> Task item
Here is a block of entries. Write out its lines exactly, from the first through the one containing "KINDS: tuple[Kind, ...]".

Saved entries
+++++
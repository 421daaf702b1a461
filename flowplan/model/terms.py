"""Error terms: how large, of which kind, where they enter and which shape they have."""

from typing import Any, Literal

from pydantic import Field, GetJsonSchemaHandler, model_validator
from pydantic_core import CoreSchema

from flowplan.model.base import (
    AXES,
    QUANTITY_SCHEMA,
    Axis,
    Described,
    Id,
    Model,
    PerAxis,
    Share,
    not_negative,
    one_or_more,
    refuse,
    require_dimension,
)
from flowplan.units import Dimension, Quantity

Kind = Literal["random", "uniform", "bound", "offset"]
KINDS: tuple[Kind, ...] = ("random", "uniform", "bound", "offset")
Shape = Literal["shift", "rotation", "magnification", "scale", "skew"]
Enters = Literal["layer", "pattern", "marks"]
#: How often an error is redrawn, the rarest first.
Level = Literal["mask", "lot", "wafer", "field"]
LEVELS: tuple[Level, ...] = ("mask", "lot", "wafer", "field")

#: What a shape is measured in, and whether each axis has a scalar of its own.
SHAPE_DIMENSION: dict[Shape, Dimension] = {
    "shift": "length",
    "rotation": "angle",
    "magnification": "ratio",
    "scale": "ratio",
    "skew": "angle",
}
SHAPE_PER_AXIS: frozenset[Shape] = frozenset({"shift", "scale"})
#: What a scalar of each shape does along x and along y at (x, y): (which of 1, x, y; sign), None for nothing.
#: rotation (-th*y, th*x); magnification (m*x, m*y); scale (sx*x, sy*y); skew (-phi*y, 0).
SHAPE_ACTION: dict[Shape, dict[Axis, tuple[int, int] | None]] = {
    "shift": {"x": (0, 1), "y": (0, 1)},
    "rotation": {"x": (2, -1), "y": (1, 1)},
    "magnification": {"x": (1, 1), "y": (2, 1)},
    "scale": {"x": (1, 1), "y": (2, 1)},
    "skew": {"x": (2, -1), "y": None},
}


class SizeParts(Model):
    """The four ways to state how large an error is; at least one is given."""

    random: PerAxis | None = Field(
        None, description="Normal, quoted at the flow's `sigma` standard deviations."
    )
    uniform: PerAxis | None = Field(None, description="Evenly spread over ± this half-width.")
    bound: PerAxis | None = Field(
        None, description="At most this in size, sign unknown, the same on every wafer."
    )
    offset: PerAxis | None = Field(None, description="Known and signed.")
    varies: Level | None = Field(
        None,
        description="How often it is redrawn: once for the `mask` set, once a `lot`, a `wafer` or a `field`; "
        "a margin does not depend on it, yield by field and wafer does.",
    )

    @model_validator(mode="before")
    @classmethod
    def _bare_is_random(cls, value: object) -> object:
        if isinstance(value, dict):
            keys = set(value)
            return {"random": value} if keys and keys <= {"x", "y"} else value
        if isinstance(value, SizeParts):
            return value
        return {"random": value}

    @classmethod
    def __get_pydantic_json_schema__(
        cls, schema: CoreSchema, handler: GetJsonSchemaHandler
    ) -> dict[str, Any]:
        per_axis = {
            "type": "object",
            "properties": {a: QUANTITY_SCHEMA | {"description": f"Random, along {a}."} for a in AXES},
            "required": list(AXES),
            "additionalProperties": False,
        }
        return one_or_more(handler(schema), QUANTITY_SCHEMA, per_axis)

    def parts(self) -> tuple[tuple[Kind, PerAxis], ...]:
        """Return the given kinds with their sizes, in the order of `KINDS`."""
        found = ((kind, getattr(self, kind)) for kind in KINDS)
        return tuple((kind, size) for kind, size in found if size is not None)

    def _check_parts(self, dimension: Dimension, what: str) -> None:
        parts = self.parts()
        if not parts:
            raise refuse("FP202", "no size is given", "give one of " + ", ".join(KINDS))
        for kind, size in parts:
            for axis in AXES:
                require_dimension(size.on(axis), dimension, what, kind)
                if kind != "offset":
                    not_negative(size.on(axis), kind)


class Size(SizeParts):
    """The size of an error that is a length on the wafer; a bare number is `random`."""

    @model_validator(mode="after")
    def _lengths(self) -> "Size":
        self._check_parts("length", "a length")
        return self


class Term(SizeParts, Described):
    """One error of a tool or a mask; a bare number means `{random: number}`."""

    enters: Enters = Field(
        "layer",
        description="`layer` moves pattern and marks, `pattern` only the device pattern, "
        "`marks` only the marks as later masks read them.",
    )
    shape: Shape = Field("shift", description="How the error varies over field or wafer.")
    over: Literal["field", "wafer"] = Field(
        "field", description="Whether the shape is centred on each field or on the wafer."
    )
    source: Id | None = Field(None, description="Terms that name the same source are one physical error.")
    common: Share | None = Field(
        None, description="Share of the variance (0 to 1) that is common; 1 when `source` is given."
    )

    @property
    def common_share(self) -> float:
        """The share that is common, with its default filled in."""
        if self.common is not None:
            return self.common
        return 1.0 if self.source is not None else 0.0

    @model_validator(mode="after")
    def _fits_shape(self) -> "Term":
        dimension = SHAPE_DIMENSION[self.shape]
        wanted = {"length": "a length", "angle": "an angle", "ratio": "a ratio"}[dimension]
        self._check_parts(dimension, f"for shape {self.shape} {wanted}")
        if self.shape not in SHAPE_PER_AXIS:
            for kind, size in self.parts():
                if size.x != size.y:
                    raise refuse(
                        "FP405",
                        f"{kind}: a {self.shape} is one number for both axes",
                        "give a single value, or use shape: scale for a factor on each axis",
                        key=kind,
                    )
        return self


def quoted(size: PerAxis, axis: Literal["x", "y"] | None) -> Quantity:
    """Return the size for one axis, or the single size that serves both (`axis` None)."""
    return size.on(axis or "x")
+++++
> Result below
repository 421daaf702b1a461
filename flowplan/model/terms.py
"""Error terms: how large, of which kind, where they enter and which shape they have."""

from typing import Any, Literal

from pydantic import Field, GetJsonSchemaHandler, model_validator
from pydantic_core import CoreSchema

from flowplan.model.base import (
    AXES,
    QUANTITY_SCHEMA,
    Axis,
    Described,
    Id,
    Model,
    PerAxis,
    Share,
    not_negative,
    one_or_more,
    refuse,
    require_dimension,
)
from flowplan.units import Dimension, Quantity

Kind = Literal["random", "uniform", "bound", "offset"]
KINDS: tuple[Kind, ...] = ("random", "uniform", "bound", "offset")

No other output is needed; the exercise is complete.